We left at the crack of dawn. Despite terrible traffic, we arrived at the Broadway address, right across the street from the Freedom Tower, in time. It seemed so profound, knowing Pope Francis would be visiting this solemn spot the next morning.

The studio: The dogs sat at a lovely table covered with “Lady & the Tramp”-trademark red and white check gingham. Their candles were lit (yes, really!), and their wine poured by the debonair French waiter who would then serve each course. Their waiter was actually Philippe Vongerichten, director of operations at Jean-Georges. Ripley rehearsed first. He did well but then tried to climb over the table when he saw us in the audience. Thankfully, the candles weren’t lit or the wine poured yet. Trainer Adam Romsdahl worked on Ripley’s sit/stays in the lobby while Charlotte’s video was filmed. The result was a flawless performance later by our Mr. Ripley.

The blind dates: Charlotte’s dinner date was Manny the Frenchie, a four-year-old French Bulldog with 1.3 million ‘Likes’ on Facebook. He uses his fame to sell his products and to give back through charity. Recently, his online supporters were able to rescue 22 out of 23 Frenchies being sold at a puppy mill auction.
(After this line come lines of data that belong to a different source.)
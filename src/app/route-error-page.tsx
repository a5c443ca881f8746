import { isRouteErrorResponse, useRouteError } from 'react-router-dom';
import { FullPageMessage } from './full-page-message.tsx';

/** What the router shows when a page throws while rendering or its code fails to load. */
export function RouteErrorPage() {
  const error = useRouteError();
  const detail = isRouteErrorResponse(error)
    ? `${error.status} ${error.statusText}`
    : error instanceof Error
      ? error.message
      : 'An unexpected error.';
  return (
    <div className="flex h-dvh flex-col">
      <FullPageMessage title="This page stopped working">
        <p className="text-muted">{detail}</p>
        <p>Readings already shown as saved are kept on the server. Reloading usually puts things right.</p>
        <button
          type="button"
          className="rounded border border-line-strong bg-surface px-3 py-1 font-medium hover:bg-accent-soft"
          onClick={() => window.location.reload()}
        >
          Reload
        </button>
      </FullPageMessage>
    </div>
  );
}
Manny flew in from Chicago with his owners to participate in filming “Doggy Bag” and to date my dog.

There was no way Charlotte would stay seated if I weren’t in sight, so I became the pup puppeteer, lying down on the floor behind her chair and discreetly holding her leash. Charlotte and Manny were served: Gruyere omelet with caviar, followed by a main course of crackling beef short rib and potato puree with maple glazed bacon over sweet potato for dessert. Do you know how tempted I was to devour the piece of Charlotte’s short rib that fell on the floor where I was hiding? This video hasn’t aired online yet.

Ripley had the pleasure of Marnie the dog’s company. In 2012, Marnie was rescued from a CT shelter when she was a matted Shih Tzu about 10 with a head tilt. After 14 teeth were extracted, her tongue always hung out of her mouth. She is the most popular senior dog on Instagram with 1.8 million followers. The duo wolfed down roasted marrow bone with salmon roe and brioche croutons, then orecchiette and meatballs with fresh ricotta. Their waiter offered them a glass of water before enjoying a peanut butter ice cream sundae for dessert. To see Ripley’s video, go to: http://www.bonappetit.com/people/chefs/article/jean-georges-vongerichten....

By the way, Ripley was adopted by a Last Hope volunteer later that day.

The secret: With all due respect to Jean-Georges and “Bon Appétit,” I know the secret to get hesitant dogs to perform on cue. During the “Muttcracker” at the Birmingham Ballet each year, there’s a scene graced by rescued Afghan Hounds. One Afghan is supposed to stand on his hind legs to dance with Drosselmeyer. The audience has no idea a Beggin’ Strip is taped to each of the wizard’s shoulders.

I brought a bag. Each time a “Doggy Bag” dog was reluctant to try a new course; the producer sprinkled a Beggin’ Strip garnish on the masterpiece meal. The secret worked like a charm.